Piubello Q, Montemezzi S, D'Atri C
Servizio di Anatomia Patologica, Ospedale Civile Maggiore, Azienda Ospedaliera di Verona, Piazzale Stefani 1, I-37126 Verona, Italia.
Pathologica. 2002 Dec;94(6):299-305. doi: 10.1007/s102420200053.
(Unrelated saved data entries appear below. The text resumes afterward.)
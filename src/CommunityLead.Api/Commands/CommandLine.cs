using System.CommandLine;

namespace CommunityLead.Api.Commands;

/// <summary>
/// The executable's commands (serve, migrate, keys, demo, backup). Each runs on the configured database and
/// exits; with no command, or <c>serve</c>, the service starts. Errors go to standard error with a non-zero exit code.
/// </summary>
public interface ICommand
{
    Task<int> RunAsync(IServiceProvider services, TextWriter output, TextWriter error);
}

public static class CommandLine
{
    /// <summary>The command could not do its work (a missing folder, an unreadable database).</summary>
    public const int Failed = 1;

    /// <summary>The arguments were wrong: an unknown command, a missing argument, a role that does not exist.</summary>
    public const int UsageError = 2;

    /// <summary>Response files and bundled short options are off: an argument means what it says.</summary>
    private static readonly ParserConfiguration Parser = new() { ResponseFileTokenReplacer = null, EnablePosixBundling = false };

    public static ParsedCommandLine Parse(IReadOnlyList<string> args)
    {
        var tree = CommandTree.Build();
        return new ParsedCommandLine(tree, tree.Root.Parse(args, Parser));
    }

    /// <summary>Parses and runs a command on services that already exist (the tests' way in).</summary>
    public static Task<int> RunAsync(IReadOnlyList<string> args, IServiceProvider services, TextWriter output, TextWriter error) =>
        Parse(args).RunAsync(services, output, error);

    /// <summary>Logs go to standard error so the last line of standard output stays the command's answer.</summary>
    public static void QuietLogging(ILoggingBuilder logging)
    {
        logging.ClearProviders();
        logging.AddConsole(o => o.LogToStandardErrorThreshold = LogLevel.Trace);
        logging.SetMinimumLevel(LogLevel.Warning);
    }

    internal static void WriteHelp(RootCommand root, IEnumerable<string> commandPath, TextWriter to) =>
        root.Parse([.. commandPath, "--help"], Parser).Invoke(new InvocationConfiguration { Output = to, Error = to });
}

/// <summary>What the arguments ask for: the service, help, a command, or something this program does not know.</summary>
public sealed class ParsedCommandLine
{
    private readonly CommandTree tree;
    private readonly ParseResult result;

    internal ParsedCommandLine(CommandTree tree, ParseResult result)
    {
        this.tree = tree;
        this.result = result;
        Problems = [.. result.Errors.Select(e => e.Message),
            .. tree.TakesNoHostSettings(result.CommandResult.Command)
                ? result.UnmatchedTokens.Select(t => $"Unrecognized command or argument '{t}'.")
                : HostSwitches.Problems(result.UnmatchedTokens)];
    }

    /// <summary>Why the arguments were refused; empty when they were understood.</summary>
    public IReadOnlyList<string> Problems { get; }

    /// <summary>Help or the version: the 'help' command, or an option that answers by itself (--help, --version).</summary>
    public bool IsHelp => Problems.Count == 0 && (tree.IsHelp(result.CommandResult.Command) || AnsweredByAnOption);

    private bool AnsweredByAnOption => result.Action is { } action && action != result.CommandResult.Command.Action;

    public bool RunsService => Problems.Count == 0 && !IsHelp && tree.IsService(result.CommandResult.Command);

    /// <summary>A command that works on the database: it needs the program's services (settings, storage).</summary>
    public bool NeedsServices => Problems.Count == 0 && !IsHelp && !RunsService;

    /// <summary>
    /// Help and refused arguments need no services (pass null): no setting is read and no database is touched.
    /// </summary>
    public async Task<int> RunAsync(IServiceProvider? services, TextWriter output, TextWriter error)
    {
        if (Problems.Count > 0)
        {
            foreach (var problem in Problems) error.WriteLine(problem);
            error.WriteLine();
            CommandLine.WriteHelp(tree.Root, Path(), error);
            return CommandLine.UsageError;
        }
        if (IsHelp)
        {
            if (AnsweredByAnOption) return await result.InvokeAsync(new InvocationConfiguration { Output = output, Error = error });
            CommandLine.WriteHelp(tree.Root, [], output);
            return 0;
        }
        if (RunsService) throw new InvalidOperationException("The service is started by Program, not as a command.");
        ArgumentNullException.ThrowIfNull(services);
        return await tree.Work(result).RunAsync(services, output, error);
    }

    /// <summary>The names from the root down to the command that was reached ("keys create"), for its own help.</summary>
    private List<string> Path()
    {
        var names = new List<string>();
        for (var command = result.CommandResult; command.Parent is System.CommandLine.Parsing.CommandResult parent; command = parent)
            names.Insert(0, command.Command.Name);
        return names;
    }
}
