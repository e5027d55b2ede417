using CommunityLead.Api.Data;
using Microsoft.Data.Sqlite;
using Microsoft.EntityFrameworkCore;

namespace CommunityLead.Api.Commands;

/// <summary>
/// backup FILE: SQLite's VACUUM INTO writes a consistent snapshot from one read transaction, so the
/// service can keep taking writes meanwhile. Restore by stopping the service and copying FILE back.
/// On PostgreSQL the server's own pg_dump does this job (deploy/README.md).
/// </summary>
internal sealed class BackupCommand(string file) : ICommand
{
    public async Task<int> RunAsync(IServiceProvider services, TextWriter output, TextWriter error)
    {
        var target = Path.GetFullPath(file);
        if (File.Exists(target))
        {
            error.WriteLine($"{target} already exists; choose a new file so no backup is overwritten.");
            return CommandLine.UsageError;
        }
        var folder = Path.GetDirectoryName(target);
        if (folder is not null && !Directory.Exists(folder))
        {
            // SQLite would only say "unable to open database file"; the folder is what to fix.
            error.WriteLine($"The folder {folder} does not exist; create it first or choose another place for the backup.");
            return CommandLine.Failed;
        }
        await using var scope = services.CreateAsyncScope();
        var db = scope.ServiceProvider.GetRequiredService<CommunityLeadDb>();
        if (!db.Database.IsSqlite())
        {
            error.WriteLine("backup copies a SQLite database. This service runs on PostgreSQL: use pg_dump (see deploy/README.md, \"Backups with PostgreSQL\").");
            return CommandLine.UsageError;
        }
        try
        {
            await db.Database.ExecuteSqlAsync($"VACUUM INTO {target}");
        }
        catch (SqliteException e)
        {
            // A folder without write permission, a full disk: say what and where, never a stack trace.
            error.WriteLine($"The backup could not be written to {target}: {e.Message}");
            return CommandLine.Failed;
        }
        output.WriteLine($"Backup written to {target}.");
        return 0;
    }
}
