/**
 * The course review flow through the pages, in Chromium against the production server: the demo
 * instructor creates a course and an assignment, the demo student joins with the code and submits,
 * the instructor's e-mail arrives (the local SMTP fake), the instructor comments and returns, the
 * student's e-mail arrives, the student resubmits, the instructor approves. Screenshots of the
 * review queue, the review page and the development mail page go to .data/test/screenshots.
 *
 * The SMTP fake and the mail worker are those of `npm test` when it runs them; otherwise this
 * test starts its own (the fake on SMTP_PORT, the worker as a child process — a second worker is
 * harmless, since each message is claimed once).
 */
import { spawn, type ChildProcess } from "node:child_process";
import { mkdtempSync } from "node:fs";
import { tmpdir } from "node:os";
import path from "node:path";
import { afterAll, beforeAll, describe, expect, it } from "vitest";
import type { BrowserContext, Page } from "playwright-core";
import { readFakeMailbox, startFakeSmtp, type FakeMessage, type FakeSmtp } from "@/scripts/fakes/smtp";
import { baseUrl, openBrowser, screenshotDir, type BrowserSession } from "./browser";

const instructor = { email: "ines.varga@example.com", password: "bench-instructor-01" };
const student = { email: "tomas.reyes@example.com", password: "bench-student-01", name: "Tomas Reyes" };
const mailDir = process.env.MAIL_FAKE_DIR ?? mkdtempSync(path.join(tmpdir(), "jp-e2e-mail-"));
const smtpPort = Number(process.env.SMTP_PORT ?? 54341);

let s: BrowserSession;
let studentContext: BrowserContext;
let studentPage: Page;
let fake: FakeSmtp | undefined;
let worker: ChildProcess | undefined;
const pageErrors: string[] = [];

async function waitForMail(match: (m: FakeMessage) => boolean, timeoutMs = 30_000): Promise<FakeMessage> {
  const until = Date.now() + timeoutMs;
  for (;;) {
    const found = (await readFakeMailbox(mailDir)).find(match);
    if (found) return found;
    if (Date.now() > until) throw new Error(`no matching e-mail in ${mailDir} within ${timeoutMs} ms`);
    await new Promise((r) => setTimeout(r, 250));
  }
}

function linkIn(message: FakeMessage, pathPrefix: string): string {
  const url = message.text.match(/https?:\/\/\S+/g)?.find((u) => new URL(u).pathname.startsWith(pathPrefix));
  if (!url) throw new Error(`no ${pathPrefix} link in "${message.subject}"`);
  const u = new URL(url);
  return `${u.pathname}${u.search}`;
}

async function signIn(page: Page, who: { email: string; password: string }, next: string) {
  await page.goto(`/sign-in?callbackUrl=${encodeURIComponent(next)}`);
  await page.getByLabel("E-mail").fill(who.email);
  await page.getByLabel("Password").fill(who.password);
  await page.getByRole("button", { name: "Sign in" }).click();
  await page.waitForURL(`**${next}`);
}

beforeAll(async () => {
  try {
    fake = await startFakeSmtp({ port: smtpPort, dir: mailDir });
  } catch (err) {
    // `npm test` already runs the fake on this port (and stores under MAIL_FAKE_DIR).
    if ((err as NodeJS.ErrnoException).code !== "EADDRINUSE") throw err;
  }
  // A plain node process (not a tsx wrapper), so the PID stopped below is the worker itself.
  worker = spawn(process.execPath, ["--conditions=react-server", "--import", "tsx", "lib/server/mail/run-worker.ts"], {
    env: { ...process.env, SMTP_HOST: "127.0.0.1", SMTP_PORT: String(smtpPort), MAIL_RETRY_DELAY_S: "1" },
    stdio: "ignore",
  });
  s = await openBrowser();
  s.page.on("pageerror", (e) => pageErrors.push(`instructor: ${e.message}`));
  studentContext = await s.browser.newContext({ baseURL: baseUrl, viewport: { width: 1280, height: 800 } });
  studentPage = await studentContext.newPage();
  studentPage.on("pageerror", (e) => pageErrors.push(`student: ${e.message}`));
});

afterAll(async () => {
  await s?.close();
  if (worker && worker.exitCode === null) {
    const exited = new Promise((r) => worker!.once("exit", r));
    worker.kill("SIGTERM");
    await Promise.race([exited, new Promise((r) => setTimeout(r, 5_000))]);
  }
  await fake?.stop();
});

describe("review flow in the browser", () => {
  it("goes from a new course to an approved resubmission, with each e-mail arriving", async () => {
    const page = s.page;
    const title = `Robot Motion I (${Date.now().toString(36)})`;

    // The instructor creates the course and an assignment on the light arm.
    await signIn(page, instructor, "/courses");
    await page.getByLabel("Title").fill(title);
    await page.getByLabel("Term").fill("Autumn");
    await page.getByRole("button", { name: "Create course" }).click();
    await page.waitForURL(/\/courses\/[0-9a-f-]{36}$/);
    const courseUrl = new URL(page.url()).pathname;
    const joinCode = ((await page.getByTestId("join-code").textContent()) ?? "").trim();
    expect(joinCode).toMatch(/^[A-Z0-9]{8}$/);
    await page.getByLabel("Title").fill("Reach without faults");
    await page.getByLabel("Due (UTC)").fill("2099-06-01T12:00");
    await page.getByLabel("Required arm").selectOption({ label: "Bench arm · guide handle · revision 1" });
    await page.getByRole("button", { name: "Set assignment" }).click();
    await page.getByTestId("assignment-row").filter({ hasText: "Reach without faults" }).waitFor();
    await page.screenshot({ path: `${screenshotDir}/course-instructor.png`, fullPage: true });

    // The student joins with the code and submits the 0.74 s reach: within the arm's limits, but a
    // fault at the course's 70% speed limit, which the server's re-check applies.
    await signIn(studentPage, student, "/courses");
    await studentPage.getByLabel("Join code").fill(joinCode);
    await studentPage.getByRole("button", { name: "Join", exact: true }).click();
    await studentPage.waitForURL(`**${courseUrl}`);
    const row = studentPage.getByTestId("assignment-row").filter({ hasText: "Reach without faults" });
    await row
      .getByLabel("Plan version")
      .selectOption({ label: "Robot Motion I / Fast reach, just long enough · version 2" });
    await row.getByRole("button", { name: "Submit" }).click();
    await expect(row.getByRole("status").textContent()).resolves.toContain("Fault");

    // Every e-mail names the course, whose title is new in each run: older messages never match.
    const received = await waitForMail(
      (m) =>
        m.to === instructor.email &&
        m.text.includes(title) &&
        m.subject.includes(`${student.name}, Reach without faults`) &&
        !m.subject.includes("attempt"),
    );
    const reviewPath = linkIn(received, "/reviews/");

    // The queue, then the review page from the e-mail's link.
    await page.goto("/reviews?status=submitted&sort=submittedAt&order=desc");
    const queueRow = page
      .getByTestId("queue-row")
      .filter({ hasText: student.name })
      .filter({ hasText: "Reach without faults" });
    await queueRow.first().waitFor();
    await page.screenshot({ path: `${screenshotDir}/review-queue.png`, fullPage: true });
    await page.goto(reviewPath);
    await expect(page.getByTestId("review-title").textContent()).resolves.toContain("Reach without faults");
    await page.getByTestId("plots").locator("svg").first().waitFor();
    // pin the comment half a second into the plan (the first move), so the student's click visibly moves the playhead
    await page.getByLabel("Time on the plan's timeline").evaluate((el: HTMLInputElement) => {
      Object.getOwnPropertyDescriptor(HTMLInputElement.prototype, "value")!.set!.call(el, "0.5");
      el.dispatchEvent(new Event("input", { bubbles: true }));
    });
    await page.getByText("Pin to move 1 at t = 0.500 s", { exact: false }).waitFor();
    await page
      .getByRole("textbox", { name: "Comment", exact: true })
      .fill("The base runs above 70% of its speed here; lengthen this move.");
    await page.getByRole("combobox", { name: "Joint", exact: true }).selectOption({ label: "base" });
    await page.getByRole("button", { name: "Add comment" }).click();
    await page.getByTestId("comments").getByText("lengthen this move").waitFor();
    await page.screenshot({ path: `${screenshotDir}/review-page.png` });

    // Approving this faulting submission first opens a dialog that lists the faults and asks for a
    // reason; without a reason the approval cannot be sent. The instructor cancels and returns it.
    await page.getByRole("button", { name: "Approve despite faults…" }).click();
    const dialog = page.getByRole("dialog", { name: "Approve a plan whose check found faults?" });
    await dialog.waitFor();
    // the severity, then the engine's message, which names the move and the joint itself (once)
    const faultLines = (await dialog.getByTestId("approval-faults").textContent()) ?? "";
    expect(faultLines).toMatch(/^Fault: Move 1, joint "base": /);
    expect(faultLines).not.toContain("Move 1 · ");
    expect(await dialog.getByRole("button", { name: "Approve with this reason" }).isDisabled()).toBe(true);
    await dialog
      .getByRole("textbox", { name: "Reason for approving (the student sees it)" })
      .fill("Accepted to discuss the speed fault in class.");
    expect(await dialog.getByRole("button", { name: "Approve with this reason" }).isDisabled()).toBe(false);
    await page.screenshot({ path: `${screenshotDir}/review-approve-faults-dialog.png` });
    await dialog.getByRole("button", { name: "Cancel" }).click();
    await dialog.waitFor({ state: "detached" });
    await expect(page.getByTestId("review-status").textContent()).resolves.toBe("Waiting for review");
    await page.getByRole("textbox", { name: "Summary for the student" }).fill("Slow the reach down and submit again.");
    await page.getByRole("button", { name: "Return with comments" }).click();
    await expect(
      page.getByTestId("review-status").filter({ hasText: "Returned with comments" }).waitFor(),
    ).resolves.toBeUndefined();

    // The student's e-mail arrives; its link opens the review with the pinned comment.
    const returned = await waitForMail(
      (m) =>
        m.to === student.email &&
        m.text.includes(title) &&
        m.subject === "Returned with comments: Reach without faults",
    );
    await studentPage.goto(linkIn(returned, "/reviews/"));
    await studentPage.getByTestId("comments").getByText("lengthen this move").click();
    await expect(studentPage.getByTestId("review-summary").textContent()).resolves.toContain("Slow the reach down");

    // The student's bench for the returned plan lists the comment; a click moves the playhead to its pin.
    await studentPage.goto("/projects");
    await studentPage.getByRole("link", { name: "Fast reach, just long enough", exact: true }).first().click();
    await studentPage.waitForURL(/\/plans\/[0-9a-f-]{36}$/);
    const rail = studentPage.getByTestId("review-comments");
    await rail.getByText("Slow the reach down", { exact: false }).waitFor();
    await expect(studentPage.getByTestId("playhead-time").textContent()).resolves.toMatch(/^0\.000 \//);
    await rail.getByRole("button", { name: /lengthen this move/ }).click();
    await expect(studentPage.getByTestId("playhead-time").textContent()).resolves.toMatch(/^0\.500 \//);
    await studentPage.waitForTimeout(800);
    await studentPage.screenshot({ path: `${screenshotDir}/bench-review-comments.png` });

    // Resubmit a passing plan; the instructor approves it.
    await studentPage.goto(courseUrl);
    const again = studentPage.getByTestId("assignment-row").filter({ hasText: "Reach without faults" });
    await expect(again.textContent()).resolves.toContain("Returned with comments");
    await again.getByLabel("Plan version").selectOption({ label: "Robot Motion I / Gentle pose change · version 1" });
    await again.getByRole("button", { name: "Submit" }).click();
    await expect(again.getByRole("status").textContent()).resolves.toContain("attempt 2");

    const second = await waitForMail(
      (m) =>
        m.to === instructor.email && m.text.includes(title) && m.subject.includes("Reach without faults (attempt 2)"),
    );
    await page.goto(linkIn(second, "/reviews/"));
    await page.getByRole("button", { name: "Approve" }).click();
    await page.getByTestId("review-status").filter({ hasText: "Approved" }).waitFor();
    await waitForMail(
      (m) => m.to === student.email && m.text.includes(title) && m.subject === "Approved: Reach without faults",
    );

    // The development mail page is for a signed-in admin only (tests/integration/hardening/dev-mail.test.ts
    // reads it as the admin): the instructor signed in here gets a plain 404, not the mailbox.
    const dev = await page.goto("/dev/mail");
    expect(dev?.status()).toBe(404);
    expect(pageErrors).toEqual([]);
  });
});
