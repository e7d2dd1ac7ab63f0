import { z } from "zod";
import { recordAudit } from "@/db/queries/audit";
import { json, readParams, route, uuidParam } from "@/lib/server/route";
import { requireActor } from "@/lib/server/auth-request";
import { authorizeProject } from "@/lib/server/permissions";
import { datasetMembership, loadDataset, loadDatasetArm } from "@/lib/server/datasets/load";
import { startAudit } from "@/lib/server/datasets/service";

const params = z.object({ datasetId: uuidParam });

/**
 * POST /api/v1/datasets/:datasetId/audit — starts the timed-replay audit of every episode in the
 * background workers (one job per batch); 202 with the dataset. A new audit replaces the last one.
 */
export const POST = route(async (request, context) => {
  const { datasetId } = await readParams(context, params);
  const actor = await requireActor(request);
  const found = await loadDataset(actor, datasetId);
  authorizeProject(datasetMembership(found), "dataset:audit");
  const revision = await loadDatasetArm(actor, found);
  const dataset = await startAudit(found, actor.userId, revision);
  await recordAudit({
    actorId: actor.userId,
    action: "dataset.audit",
    targetType: "dataset",
    targetId: datasetId,
    projectId: found.dataset.projectId,
  });
  return json({ dataset }, 202);
});
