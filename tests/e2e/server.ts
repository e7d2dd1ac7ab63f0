// Vitest global set-up for the browser tests: starts `next start` on JP_TEST_PORT against the
// test database, waits for /api/health, and stops the server (by its own process ID) afterwards.
import { spawn, type ChildProcess } from "node:child_process";
import { mkdirSync, openSync } from "node:fs";

const port = Number(process.env.JP_TEST_PORT ?? 3100);
const baseUrl = `http://127.0.0.1:${port}`;
let server: ChildProcess | undefined;

async function waitForHealth(timeoutMs: number): Promise<void> {
  const deadline = Date.now() + timeoutMs;
  while (Date.now() < deadline) {
    try {
      const res = await fetch(`${baseUrl}/api/health`);
      if (res.ok) return;
    } catch {
      // not listening yet
    }
    if (server?.exitCode != null)
      throw new Error(`next start exited with code ${server.exitCode}; see .data/test/server.log`);
    await new Promise((r) => setTimeout(r, 250));
  }
  throw new Error(`the server did not answer ${baseUrl}/api/health within ${timeoutMs} ms`);
}

export async function setup(): Promise<void> {
  mkdirSync(".data/test", { recursive: true });
  const out = openSync(".data/test/server.log", "w");
  server = spawn("node_modules/.bin/next", ["start", "-H", "127.0.0.1", "-p", String(port)], {
    env: { ...process.env, NODE_ENV: "production", APP_URL: baseUrl, NEXTAUTH_URL: baseUrl },
    stdio: ["ignore", out, out],
  });
  process.env.JP_TEST_BASE_URL = baseUrl;
  await waitForHealth(60_000);
}

export async function teardown(): Promise<void> {
  if (!server || server.exitCode != null) return;
  const exited = new Promise((r) => server!.once("exit", r));
  server.kill("SIGTERM");
  await Promise.race([exited, new Promise((r) => setTimeout(r, 5000))]);
  if (server.exitCode == null) server.kill("SIGKILL");
}
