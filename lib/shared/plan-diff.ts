/** A field-by-field difference of two JSON documents (two plan versions). */
import { formatPath } from "@/kinematics";

export type Change = { path: string; change: "added" | "removed" | "changed"; from?: unknown; to?: unknown };

function isObject(v: unknown): v is Record<string, unknown> {
  return typeof v === "object" && v !== null && !Array.isArray(v);
}

/** Every leaf that differs, in document order; arrays compared index by index. */
export function diffDocuments(
  from: unknown,
  to: unknown,
  path: (string | number)[] = [],
  out: Change[] = [],
): Change[] {
  if (Array.isArray(from) && Array.isArray(to)) {
    const n = Math.max(from.length, to.length);
    for (let i = 0; i < n; i++) {
      if (i >= to.length) out.push({ path: formatPath([...path, i]), change: "removed", from: from[i] });
      else if (i >= from.length) out.push({ path: formatPath([...path, i]), change: "added", to: to[i] });
      else diffDocuments(from[i], to[i], [...path, i], out);
    }
    return out;
  }
  if (isObject(from) && isObject(to)) {
    const keys = [...new Set([...Object.keys(from), ...Object.keys(to)])];
    for (const key of keys) {
      if (!(key in to)) out.push({ path: formatPath([...path, key]), change: "removed", from: from[key] });
      else if (!(key in from)) out.push({ path: formatPath([...path, key]), change: "added", to: to[key] });
      else diffDocuments(from[key], to[key], [...path, key], out);
    }
    return out;
  }
  if (!Object.is(from, to)) out.push({ path: formatPath(path), change: "changed", from, to });
  return out;
}
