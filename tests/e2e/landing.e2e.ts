import { afterAll, beforeAll, describe, expect, it } from "vitest";
import { openBrowser, screenshotDir, type BrowserSession } from "./browser";

describe("landing page", () => {
  let s: BrowserSession;
  beforeAll(async () => {
    s = await openBrowser();
  });
  afterAll(async () => {
    await s?.close();
  });

  it("shows the product name, the pitch, sign-in, sign-up and try-out bench links, without console errors", async () => {
    const res = await s.page.goto("/");
    expect(res?.status()).toBe(200);
    await expect(s.page.locator("h1").textContent()).resolves.toContain("Jointproof");
    const signIn = s.page.getByRole("link", { name: /sign in/i }).first();
    await expect(signIn.getAttribute("href")).resolves.toBe("/sign-in");
    await expect(s.page.getByRole("link", { name: "Create an account" }).getAttribute("href")).resolves.toBe(
      "/sign-up",
    );
    await expect(s.page.getByRole("link", { name: "Open the try-out bench" }).getAttribute("href")).resolves.toBe(
      "/bench",
    );
    await s.page.screenshot({ path: `${screenshotDir}/landing.png`, fullPage: true });
    expect(s.errors).toEqual([]);
  });

  it("links the safety caution from the footer", async () => {
    await s.page.goto("/");
    await s.page
      .getByRole("link", { name: /safety/i })
      .last()
      .click();
    await s.page.waitForURL("**/safety");
    await expect(s.page.locator("h1").textContent()).resolves.toMatch(/safety/i);
  });
});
Percutaneous, stereotactic, vacuum-assisted biopsy has become a widely used alternative to open surgical biopsy for the initial diagnosis of breast calcifications. We retrospectively assessed the accuracy of the technique in the diagnoses of malignancy and atypical hyperplasia by correlation with the findings of the subsequent surgical excision. We studied 330 consecutive cases of breast calcifications, 216 (65.5%) of which were determined to be benign and 114 (34.5%) to be malignant or atypical at vacuum-assisted biopsy using an 11 gauge instrument. Of the latter 93 were available for comparison with the subsequent surgery, the specific diagnoses as revealed by percutaneous biopsy were as follows: 11 cases of atypical ductal hyperplasia (ADN), 67 cases of ductal carcinoma in situ (DCIS), 6 infiltrating ductal carcinomas (IFDC), 2 cases of atypical lobular hyperplasia and 7 of lobular carcinoma in situ (LCIS). At histological analysis after surgical excision, 3 (27%) of 11 cases previously diagnosed as ADH and 6 (9%) of 67 cases diagnosed as DCIS were shown to actually be higher grade lesions (DCIS/IFDC and IFDC, respectively). Of the 7 lesions diagnosed at vacuum-assisted biopsy as LCIS, surgery and histological analysis showed one infiltrating globular carcinoma and two DCIS. A total of 21 lesions (4 ADH, 14 DCIS, 1 IFDC, 2 LCIS) were completely removed at percutaneous biopsy; the remaining cases were found totally concordant. These data Indicate a substantial accuracy of the percutaneous biopsy: some lesions (particularly those thought to be ADH and DCIS) can be underestimated for sampling error.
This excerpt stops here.